E não estamos falando de qualquer velocidade. O som do Slayer é agressivo, acelerado e técnico.
Araya encara tudo isso com energia. Sua voz é poderosa, e seu baixo mantém a base firme em meio ao caos sonoro. Dá para notar claramente isso em “Angel of Death”, onde Tom mostra todo o seu poder e controle, tanto no baixo como na voz.
Não é para qualquer um. Mas ele faz parecer possível.
7. Richard Page
Fechando a lista, temos Richard Page, do Mr. Mister.
Talvez ele seja o menos “pesado” da lista, mas não menos importante. Sua abordagem é mais melódica e acessível.
Em músicas como “Broken Wings”, ele mostra como o baixo pode ser discreto, mas essencial. E sua voz ajuda a criar uma atmosfera envolvente.
Page representa um lado mais suave do rock — e isso também tem seu valor.
Muito Além do Básico
Esses músicos provaram que o baixista pode ir muito além do papel tradicional. Eles não ficaram apenas no fundo do palco, na chamada “cozinha” junto com o batera. Eles assumiram o microfone. Lideraram bandas. Criaram identidade.

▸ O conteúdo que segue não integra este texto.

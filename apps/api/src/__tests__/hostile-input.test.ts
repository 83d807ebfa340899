import fc from 'fast-check';
import type { Express } from 'express';
import type request from 'supertest';
import { afterAll, beforeAll, describe, expect, it } from 'vitest';
import type { Database } from '../db/write-lock';
import { createTestContext, csrf, onPostgres, seedShop, signedInAgent, type TestContext } from '../test-support/test-app';

// Hostile input (issue 13): malformed, oversized, deep, wrongly typed and Unicode-tricked input to
// the search, resolve, import, upload and form endpoints. Expected every time: a clear 4xx in the
// error shape (or a normal answer), never a 5xx, and never a partial write.

let ctx: TestContext;
let agent: ReturnType<typeof request.agent>;
let shopId: string;
let partId: string;
beforeAll(async () => {
  ctx = await createTestContext();
  const seeded = await seedShop(ctx, ['owner']);
  shopId = seeded.shop.id;
  agent = await signedInAgent(ctx.app as Express, seeded.byRole.owner.email, seeded.password);
  const part = await agent.post(`/api/shops/${shopId}/parts`).set(csrf).send({ number: '71-3456', description: 'Clutch cable, inner' }).expect(201);
  partId = part.body.id as string;
});
afterAll(() => ctx.close());

/** Row counts of every table: a refused request must leave all of them as they were. */
async function tableCounts(db: Database): Promise<Record<string, number>> {
  const tables = (await db.reader.query(
    onPostgres()
      ? `SELECT table_name AS name FROM information_schema.tables WHERE table_schema = 'public' AND table_type = 'BASE TABLE' ORDER BY name`
      : `SELECT name FROM sqlite_master WHERE type = 'table' AND name NOT LIKE 'sqlite_%' AND name NOT LIKE 'part_search_%' ORDER BY name`,
  )) as Array<{ name: string }>;
  const out: Record<string, number> = {};
  for (const { name } of tables) {
    const [row] = (await db.reader.query(`SELECT count(*) AS n FROM "${name}"`)) as Array<{ n: number }>;
    out[name] = row!.n;
  }
  return out;
}

function expectRefusedCleanly(res: request.Response) {
  expect(res.status, JSON.stringify(res.body)).toBeGreaterThanOrEqual(400);
  expect(res.status, JSON.stringify(res.body)).toBeLessThan(500);
  expect(res.body).toMatchObject({ error: { code: expect.any(String), message: expect.any(String) } });
}

const deepJson = (depth: number) => `${'{"a":'.repeat(depth)}1${'}'.repeat(depth)}`;

describe('bodies that are not what a form sends', () => {
  it.each([
    ['malformed JSON', '{"number": "71-1", "description": ', 'application/json'],
    ['JSON nested 5,000 deep', deepJson(5000), 'application/json'],
    ['a top-level array', '[{"number":"71-1","description":"x"}]', 'application/json'],
    ['a bare string', '"71-1"', 'application/json'],
    ['null', 'null', 'application/json'],
    ['form encoding', 'number=71-1&description=x', 'application/x-www-form-urlencoded'],
    ['plain text', 'number 71-1', 'text/plain'],
    ['200 KB of JSON (over the 100 KB limit)', JSON.stringify({ number: '71-1', description: 'x'.repeat(200_000) }), 'application/json'],
  ])('%s → a clear 4xx, nothing written', async (_name, body, type) => {
    const before = await tableCounts(ctx.db);
    const res = await agent.post(`/api/shops/${shopId}/parts`).set(csrf).set('Content-Type', type).send(body);
    expectRefusedCleanly(res);
    expect(await tableCounts(ctx.db)).toEqual(before);
  });

  it.each([
    ['a number too large for a double', '{"number":"71-9","description":"x","quantity":1e400}'],
    ['a huge integer for a quantity', `{"fromPartId":"PART","kind":"replaced_by","toNumber":"71-9","quantity":${'9'.repeat(400)}}`],
    ['a negative zero quantity', '{"fromPartId":"PART","kind":"replaced_by","toNumber":"71-9","quantity":-0}'],
    ['a string where a number belongs', '{"fromPartId":"PART","kind":"replaced_by","toNumber":"71-9","quantity":"2"}'],
    ['an unknown kind', '{"fromPartId":"PART","kind":"__proto__","toNumber":"71-9"}'],
    ['a prototype-polluting key', '{"fromPartId":"PART","kind":"replaced_by","toNumber":"71-9","__proto__":{"isAdmin":true}}'],
  ])('%s → a clear 4xx, nothing written', async (_name, raw) => {
    const before = await tableCounts(ctx.db);
    const res = await agent.post(`/api/shops/${shopId}/part-links`).set(csrf).set('Content-Type', 'application/json').send(raw.replace('PART', partId));
    expectRefusedCleanly(res);
    expect(await tableCounts(ctx.db)).toEqual(before);
    expect(({} as Record<string, unknown>)['isAdmin']).toBeUndefined();
  });
});

describe('page sizes', () => {
  it.each([
    ['/parts', 100],
    ['/audit-events', 100],
    ['/customers', 100],
    ['/vehicles', 100],
    ['/sales/invoices', 100],
    ['/stock', 200],
    ['/stock/movements', 200],
  ])('%s takes pages of up to %i rows and refuses a larger page with a clear 400', async (list, cap) => {
    const at = await agent.get(`/api/shops/${shopId}${list}`).query({ pageSize: cap });
    expect(at.status, JSON.stringify(at.body)).toBe(200);
    for (const pageSize of [cap + 1, 1e9, -1, 'all']) expectRefusedCleanly(await agent.get(`/api/shops/${shopId}${list}`).query({ pageSize }));
  });
});

describe('Unicode tricks in text fields', () => {
  it.each([
    ['a right-to-left override', '71-34\u202E65'],
    ['zero-width spaces', '71\u200B-3456'],
    ['a NUL byte', '71-34\u000056'],
    ['full-width digits', '７１-３４５６'],
    ['a lone surrogate', '71-\uD800'],
    ['only combining marks', '\u0301\u0301\u0301'],
  ])('a part number with %s is refused or stored as letters and digits only, never a 5xx', async (_name, number) => {
    const before = await tableCounts(ctx.db);
    const res = await agent.post(`/api/shops/${shopId}/parts`).set(csrf).send({ number, description: 'Unicode test' });
    if (res.status === 201) {
      // Accepted: the key the lookup matches on holds nothing but A–Z and 0–9.
      const part = await agent.get(`/api/shops/${shopId}/parts/${res.body.id as string}`).expect(200);
      expect(part.body.key ?? '').toMatch(/^[A-Z0-9]*$/);
    } else {
      expectRefusedCleanly(res);
      expect(await tableCounts(ctx.db)).toEqual(before);
    }
  });
});

describe('generated input (fast-check)', () => {
  it('the lookup answers any text and any filters with 200 or a clear 400', async () => {
    await fc.assert(
      fc.asyncProperty(fc.string({ unit: 'binary', maxLength: 150 }), fc.dictionary(fc.constantFrom('limit', 'year', 'origin', 'category', 'marque', 'model', 'page', 'x'), fc.string({ unit: 'binary', maxLength: 30 }), { maxKeys: 3 }), async (q, filters) => {
          const res = await agent.get(`/api/shops/${shopId}/parts/search`).query({ q, ...filters });
          if (res.status === 200) expect(Array.isArray(res.body.results)).toBe(true);
          else expectRefusedCleanly(res);
        }),
      { numRuns: 120 },
    );
  });

  it('resolving any text answers 200 or a clear 400', async () => {
    await fc.assert(
      fc.asyncProperty(fc.string({ unit: 'binary', maxLength: 80 }), async (number) => {
        const res = await agent.get(`/api/shops/${shopId}/lineage/resolve`).query({ number });
        if (res.status !== 200) expectRefusedCleanly(res);
      }),
      { numRuns: 80 },
    );
  });

  it('any JSON value sent to the part form is refused cleanly or stored whole, never half', async () => {
    const field = fc.oneof(fc.string({ unit: 'binary', maxLength: 60 }), fc.integer(), fc.double(), fc.boolean(), fc.constant(null), fc.array(fc.string(), { maxLength: 3 }), fc.object({ maxDepth: 2 }));
    const body = fc.oneof(
      fc.record({ number: field, description: field, origin: field, category: field, status: field, supplierNumbers: field }, { requiredKeys: [] }),
      fc.jsonValue({ maxDepth: 4 }),
    );
    await fc.assert(
      fc.asyncProperty(body, async (b) => {
        const before = await tableCounts(ctx.db);
        const res = await agent.post(`/api/shops/${shopId}/parts`).set(csrf).set('Content-Type', 'application/json').send(JSON.stringify(b));
        if (res.status === 201) return;
        expectRefusedCleanly(res);
        expect(await tableCounts(ctx.db)).toEqual(before);
      }),
      { numRuns: 100 },
    );
  });

  it('any bytes under any name, uploaded as a vehicle file, are stored whole or refused cleanly, never half', async () => {
    const vehicle = await agent.post(`/api/shops/${shopId}/vehicles`).set(csrf).send({ kind: 'customer', marque: 'Fuzzwell', model: 'Upload' }).expect(201);
    const url = `/api/shops/${shopId}/vehicles/${vehicle.body.id as string}/files`;
    const bytes = fc.oneof(
      fc.uint8Array({ minLength: 1, maxLength: 3000 }).map((a) => Buffer.from(a)),
      // Real magic numbers followed by junk: sniffed as an image or a PDF, then unreadable.
      fc.tuple(fc.constantFrom('ffd8ffe0', '89504e470d0a1a0a', '52494646000000005745425056503820', '255044462d312e'), fc.uint8Array({ maxLength: 2000 })).map(([magic, rest]) => Buffer.concat([Buffer.from(magic, 'hex'), Buffer.from(rest)])),
    );
    const name = fc.oneof(fc.constantFrom('../../etc/passwd', '..\\..\\boot.ini', 'a\u0000b.jpg', '\u202Egpj.exe', 'CON', '.htaccess', ' '), fc.string({ unit: 'grapheme', minLength: 1, maxLength: 80 }));
    await fc.assert(
      fc.asyncProperty(bytes, name, async (file, fileName) => {
        const before = await tableCounts(ctx.db);
        const res = await agent.post(url).set(csrf).attach('files', file, fileName);
        if (res.status === 201) {
          expect(res.body.files).toHaveLength(1);
          // The name kept for showing is a last path segment without NUL (the stored key is the server's own).
          const shown = res.body.files[0].originalName as string;
          expect(shown).not.toMatch(/[\\/]/);
          expect(shown.includes('\u0000')).toBe(false);
          return;
        }
        expectRefusedCleanly(res);
        expect(await tableCounts(ctx.db)).toEqual(before);
      }),
      { numRuns: 40 },
    );
  });

  it('files that are not CSV, sent to the catalogue import, get row errors or a clear 4xx and import nothing', async () => {
    const notCsv = fc.oneof(
      fc.uint8Array({ minLength: 0, maxLength: 4000 }).map((a) => Buffer.from(a)),
      fc.string({ unit: 'binary', maxLength: 2000 }).map((s) => Buffer.from(s)),
      fc.constantFrom(
        Buffer.from('\uFEFF'),
        Buffer.from('number,description\n"71-1,unbalanced quote\n'),
        Buffer.from(`${Array.from({ length: 5000 }, (_, i) => `c${i}`).join(',')}\n1\n`),
        Buffer.from(`number,description\n${'9'.repeat(100_000)},long\n`),
        Buffer.from('PK\u0003\u0004 a zip file pretending'),
        Buffer.from('number,description\n=HYPERLINK("http://example.test"),formula\n'),
      ),
    );
    await fc.assert(
      fc.asyncProperty(notCsv, fc.constantFrom('parts', 'links', 'fitments'), fc.constantFrom('../../etc/passwd', 'a\u0000b.csv', 'catalogue.csv', 'ñ\u202Egpj.csv'), async (file, kind, name) => {
        const before = await tableCounts(ctx.db);
        const res = await agent.post(`/api/shops/${shopId}/imports`).set(csrf).field('kind', kind).field('mode', 'commit').attach('file', file, name);
        expect(res.status, JSON.stringify(res.body)).toBeLessThan(500);
        if (res.status === 200) {
          // A committed import of junk would have written rows: only an import with no errors may write.
          const after = await tableCounts(ctx.db);
          if (res.body.errors.length > 0) expect(after).toEqual(before);
        } else {
          expectRefusedCleanly(res);
          expect(await tableCounts(ctx.db)).toEqual(before);
        }
      }),
      { numRuns: 60 },
    );
  });
});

E aqui vai uma reflexão rápida: quantas vezes a gente se limita achando que não dá conta de fazer duas coisas ao mesmo tempo?
Claro, não estamos falando de sair tocando baixo e cantando amanhã (a menos que você queira tentar — nesse caso, boa sorte!). Mas a ideia é válida. Muitas vezes, somos capazes de mais do que imaginamos.
Esses artistas enfrentaram desafios enormes. Coordenação, pressão, expectativas. E mesmo assim, seguiram em frente.
Conclusão
Ser baixista já exige talento. Ser vocalista também. Agora, juntar os dois papéis é algo para poucos.
Jack Bruce, Phil Lynott, Geddy Lee, Lemmy Kilmister, Sting, Tom Araya e Richard Page mostraram que isso é possível — e mais do que isso, pode ser extraordinário.
Eles não apenas tocaram músicas. Eles criaram experiências. E deixaram um legado que continua inspirando músicos ao redor do mundo.
Se você é fã de rock, vale a pena revisitar essas bandas. Ouvir com atenção. Perceber os detalhes.
E, quem sabe, se inspirar.
Porque, no fim das contas, o rock sempre foi sobre isso: se expressar, desafiar limites e, claro, fazer um pouco de barulho no processo.